**HOW TO COMPLETE THIS TASK**
Pick out all lines of the entries that include the word "item" and copy them.

+++ RECORDS SHOWN

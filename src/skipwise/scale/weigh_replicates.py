"""Replicates, the propensity model and the weighted parts of ``skipwise weigh --engine dask``.

The PSU x replicate factor table is built on the client by the in-memory
engine's own builders (:func:`~skipwise.weighting.replicates.jackknife_units`,
:func:`~skipwise.weighting.replicates.bootstrap_units`: the same PSU order, the
same ``numpy.random.default_rng(seed)`` draws), and each partition takes its
cases' factors by their global PSU code, so PSUs may span partitions.  The
response propensity model gathers the eligible cases' covariates when they fit
the memory budget.  :func:`weigh_on_cluster` runs the whole job and publishes
the weighted parts.
"""

from __future__ import annotations

import functools
import json
from concurrent.futures import ThreadPoolExecutor
from pathlib import Path
from typing import Callable, Sequence

import numpy as np
import pandas as pd

from skipwise.errors import Category, Problem, ProblemCode, SkipwiseError
from skipwise.scale import weigh_parts as wp
from skipwise.weighting.replicates import bootstrap_units, jackknife_units, stratum_fractions

__all__ = ["design_of", "propensity_step", "weigh_on_cluster", "refuse_unsupported", "REPLICATE_THREADS",
           "SINGLE_FILE_FORMS", "single_file_targets"]

#: Replicates whose passes the client keeps in flight at once.
REPLICATE_THREADS = 8


def design_of(plan, census: list) -> tuple[object, list]:
    """The replicate design (PSU x replicate table) and each partition's local → global PSU codes."""
    r = plan.replicates
    if r is None:
        return None, [None] * len(census)
    union = pd.concat([c.units for c in census], ignore_index=True).drop_duplicates(ignore_index=True)
    if r.strata is None and r.psu is not None:
        union = union.iloc[np.argsort(pd.factorize(union["psu"], sort=True)[0], kind="stable")]
        union = union.reset_index(drop=True)
    index = pd.MultiIndex.from_frame(union)
    unit_map = [index.get_indexer(pd.MultiIndex.from_frame(c.units)).astype(np.intp) for c in census]
    strata_codes, strata_values = pd.factorize(union["stratum"], sort=True)
    of_unit = strata_codes.astype(np.intp)
    n_strata = len(strata_values)
    f_h = np.zeros(n_strata)
    if r.fpc:
        col = r.fraction or plan.base_probability
        if any(c.fraction is None for c in census):
            raise SkipwiseError(Problem(code=ProblemCode.MISSING_COLUMN, category=Category.DATA, item=col,
                                        message=f"sampling-fraction column '{col}' (replicates.fpc) is not in the data"))
        merged = pd.concat([c.fraction for c in census]).groupby("stratum", sort=True).agg(
            lo=("lo", "min"), hi=("hi", "max"), bad=("bad", "sum"))
        merged = merged.reindex(strata_values)
        f_h = stratum_fractions(merged["lo"].to_numpy(float), merged["hi"].to_numpy(float), int(merged["bad"].sum()))
    if r.method == "jackknife":
        design = jackknife_units(of_unit, f_h, stratified=r.strata is not None, item=r.strata or r.psu, fpc=r.fpc)
    else:
        design = bootstrap_units(of_unit, f_h, count=r.count, seed=r.seed, item=r.strata or r.psu, fpc=r.fpc)
    return design, unit_map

++++++

**EXERCISE ANSWER**
            raise SkipwiseError(Problem(code=ProblemCode.MISSING_COLUMN, category=Category.DATA, item=col,
        design = jackknife_units(of_unit, f_h, stratified=r.strata is not None, item=r.strata or r.psu, fpc=r.fpc)
        design = bootstrap_units(of_unit, f_h, count=r.count, seed=r.seed, item=r.strata or r.psu, fpc=r.fpc)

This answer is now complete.